§ **AVAILABLE DATA**:

################

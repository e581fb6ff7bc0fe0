package store

import (
	"context"
	"encoding/json"
	"time"

	"github.com/jackc/pgx/v5"

	"github.com/rotorwright/rotorwright/fleet"
)

const noticeCols = `id, reference, title, to_char(issued_on, 'YYYY-MM-DD'), revision, category, required_work,
	applicability, window_spec, withdrawn_at, version, created_at, updated_at`

func scanNotice(row pgx.Row) (*fleet.Notice, error) {
	var n fleet.Notice
	var app, win []byte
	err := row.Scan(&n.ID, &n.Reference, &n.Title, &n.IssuedOn, &n.Revision, &n.Category, &n.RequiredWork,
		&app, &win, &n.WithdrawnAt, &n.Version, &n.CreatedAt, &n.UpdatedAt)
	if err != nil {
		return nil, err
	}
	if err := json.Unmarshal(app, &n.Applicability); err != nil {
		return nil, err
	}
	return &n, json.Unmarshal(win, &n.Window)
}

func noticeArgs(n *fleet.Notice) ([]any, error) {
	app, err := json.Marshal(n.Applicability)
	if err != nil {
		return nil, err
	}
	win, err := json.Marshal(n.Window)
	if err != nil {
		return nil, err
	}
	return []any{n.Reference, n.Title, n.IssuedOn, n.Revision, n.Category, n.RequiredWork, app, win}, nil
}

func init() {
	constraintErrors["notices_reference_key"] = struct{ field, msg string }{"reference", "a notice with this reference exists"}
	constraintErrors["notice_decisions_pkey"] = struct{ field, msg string }{"subject_id", "a decision for this subject exists"}
	constraintErrors["work_records_notice_id_fkey"] = struct{ field, msg string }{"notice_id", "unknown notice"}
}

// CreateNotice records a notice.
func (db *DB) CreateNotice(ctx context.Context, n *fleet.Notice) (*fleet.Notice, error) {
	if err := n.Validate(); err != nil {
		return nil, err
	}
	args, err := noticeArgs(n)
	if err != nil {
		return nil, err
	}
	var out *fleet.Notice
	err = db.inTx(ctx, func(tx pgx.Tx) error {
		var err error
		out, err = scanNotice(tx.QueryRow(ctx, `
			INSERT INTO notices (id, reference, title, issued_on, revision, category, required_work, applicability, window_spec)
			VALUES ($1, $2, $3, $4, $5, $6, $7, $8, $9) RETURNING `+noticeCols, append([]any{newID()}, args...)...))
		if err != nil {
			return err
		}
		return audit(ctx, tx, "notice", out.ID, nil, out)
	})
	return out, err
}

// Notice returns one notice.
func (db *DB) Notice(ctx context.Context, id string) (*fleet.Notice, error) {
	n, err := scanNotice(db.pool.QueryRow(ctx, `SELECT `+noticeCols+` FROM notices WHERE id = $1`, id))
	if err != nil {
		return nil, translateNotFound(err, "notice")
	}
	return n, nil
}

// NoticeFilter narrows the notice listing.
type NoticeFilter struct {
	Category string
	Active   bool // leave withdrawn notices out
}

// Notices lists notices in id order, one keyset page.
func (db *DB) Notices(ctx context.Context, f NoticeFilter, p Page) ([]*fleet.Notice, string, error) {
	after, err := p.afterID()
	if err != nil {
		return nil, "", err
	}
	rows, err := db.pool.Query(ctx, `
		SELECT `+noticeCols+` FROM notices
		WHERE ($1::uuid IS NULL OR id > $1) AND ($2 = '' OR category = $2) AND (NOT $3 OR withdrawn_at IS NULL)
		ORDER BY id LIMIT $4`, after, f.Category, f.Active, p.Limit+1)
	if err != nil {
		return nil, "", translate(err)
	}
	list, err := collect(rows, scanNotice)
	if err != nil {
		return nil, "", err
	}
	return page(list, p.Limit, func(n *fleet.Notice) string { return n.ID })
}

// ActiveNotices returns every notice not withdrawn (the few the compliance
// computation applies).
func (db *DB) ActiveNotices(ctx context.Context) ([]*fleet.Notice, error) {
	rows, err := db.pool.Query(ctx, `SELECT `+noticeCols+` FROM notices WHERE withdrawn_at IS NULL ORDER BY id`)
	if err != nil {
		return nil, translate(err)
	}
	return collect(rows, scanNotice)
}

// UpdateNotice applies fn to the notice at version (a new revision, a
// corrected applicability or window).
func (db *DB) UpdateNotice(ctx context.Context, id string, version int, fn func(*fleet.Notice) error) (*fleet.Notice, error) {
	var out *fleet.Notice
	err := db.inTx(ctx, func(tx pgx.Tx) error {
		before, err := scanNotice(tx.QueryRow(ctx, `SELECT `+noticeCols+` FROM notices WHERE id = $1 FOR UPDATE`, id))
		if err != nil {
			return translateNotFound(err, "notice")
		}
		if before.Version != version {
			return versionMismatch()
		}
		if before.WithdrawnAt != nil {
			return fleet.Errorf(fleet.ECONFLICT, "the notice is withdrawn")
		}
		n := clone(before)
		if err := fn(n); err != nil {
			return err
		}
		if err := n.Validate(); err != nil {
			return err
		}
		args, err := noticeArgs(n)
		if err != nil {
			return err
		}
		out, err = scanNotice(tx.QueryRow(ctx, `
			UPDATE notices SET reference = $2, title = $3, issued_on = $4, revision = $5, category = $6,
				required_work = $7, applicability = $8, window_spec = $9, version = version + 1, updated_at = now()
			WHERE id = $1 RETURNING `+noticeCols, append([]any{id}, args...)...))
		if err != nil {
			return err
		}
		return audit(ctx, tx, "notice", id, before, out)
	})
	return out, err
}

// WithdrawNotice marks a notice withdrawn: it no longer applies, and its
// compliance records stay.
func (db *DB) WithdrawNotice(ctx context.Context, id string, version int) error {
	return db.inTx(ctx, func(tx pgx.Tx) error {
		before, err := scanNotice(tx.QueryRow(ctx, `SELECT `+noticeCols+` FROM notices WHERE id = $1 FOR UPDATE`, id))
		if err != nil {
			return translateNotFound(err, "notice")
		}
		if before.Version != version {
			return versionMismatch()
		}
		if before.WithdrawnAt != nil {
			return fleet.Errorf(fleet.ECONFLICT, "the notice is already withdrawn")
		}
		out, err := scanNotice(tx.QueryRow(ctx, `
			UPDATE notices SET withdrawn_at = now(), version = version + 1, updated_at = now()
			WHERE id = $1 RETURNING `+noticeCols, id))
		if err != nil {
			return err
		}
		if _, err := tx.Exec(ctx, `DELETE FROM due_items WHERE notice_id = $1`, id); err != nil {
			return err
		}
		return audit(ctx, tx, "notice", id, before, out)
	})
}

// NoticeDecision records that a notice does not apply to a subject.
type NoticeDecision struct {
	NoticeID    string    `json:"notice_id"`
	SubjectKind string    `json:"subject_kind"`
	SubjectID   string    `json:"subject_id"`
	Reason      string    `json:"reason"`
	DecidedBy   string    `json:"decided_by"`
	DecidedAt   time.Time `json:"decided_at"`
}

// DecideNotApplicable records that the notice does not apply to the subject,
// why, and who decided (the caller's key name).
func (db *DB) DecideNotApplicable(ctx context.Context, d *NoticeDecision) (*NoticeDecision, error) {
	if d.SubjectKind != "airframe" && d.SubjectKind != "part" {
		return nil, fleet.FieldError("subject_kind", "must be airframe or part")
	}
	if len([]rune(d.Reason)) < 1 || len([]rune(d.Reason)) > 4000 {
		return nil, fleet.FieldError("reason", "say why the notice does not apply (1 to 4000 characters)")
	}
	d.DecidedBy = actorFrom(ctx).Name
	if d.DecidedBy == "" {
		d.DecidedBy = "unknown"
	}
	var out NoticeDecision
	err := db.inTx(ctx, func(tx pgx.Tx) error {
		var kind string
		if err := tx.QueryRow(ctx, `SELECT applicability->>'part_kind' IS NULL FROM notices WHERE id = $1`, d.NoticeID).
			Scan(new(bool)); err != nil {
			return translateNotFound(err, "notice")
		}
		table := "airframes"
		if d.SubjectKind == "part" {
			table = "parts"
		}
		if err := tx.QueryRow(ctx, `SELECT 'x' FROM `+table+` WHERE id = $1`, d.SubjectID).Scan(&kind); err == pgx.ErrNoRows {
			return &fleet.Error{Code: fleet.EUNPROCESSABLE, Field: "subject_id", Message: "no " + d.SubjectKind + " with this id"}
		} else if err != nil {
			return err
		}
		err := tx.QueryRow(ctx, `
			INSERT INTO notice_decisions (notice_id, subject_kind, subject_id, reason, decided_by)
			VALUES ($1, $2, $3, $4, $5) RETURNING notice_id, subject_kind, subject_id, reason, decided_by, decided_at`,
			d.NoticeID, d.SubjectKind, d.SubjectID, d.Reason, d.DecidedBy).
			Scan(&out.NoticeID, &out.SubjectKind, &out.SubjectID, &out.Reason, &out.DecidedBy, &out.DecidedAt)
		if err != nil {
			return err
		}
		return audit(ctx, tx, "notice_decision", d.NoticeID+"/"+d.SubjectID, nil, out)
	})
	if err != nil {
		return nil, err
	}
	return &out, nil
}

// WithdrawDecision removes a not-applicable decision (the audit log keeps it).
func (db *DB) WithdrawDecision(ctx context.Context, noticeID, subjectID string) error {
	return db.inTx(ctx, func(tx pgx.Tx) error {
		var before NoticeDecision
		err := tx.QueryRow(ctx, `
			DELETE FROM notice_decisions WHERE notice_id = $1 AND subject_id = $2
			RETURNING notice_id, subject_kind, subject_id, reason, decided_by, decided_at`, noticeID, subjectID).
			Scan(&before.NoticeID, &before.SubjectKind, &before.SubjectID, &before.Reason, &before.DecidedBy, &before.DecidedAt)
		if err != nil {
			return translateNotFound(err, "decision")
		}
		return audit(ctx, tx, "notice_decision", noticeID+"/"+subjectID, before, nil)
	})
}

################

§ **AIM OF THE EXERCISE**:
Count the lines of the entries above in which the string "append" appears. Supply the number only.

§ **SOLUTION**:
2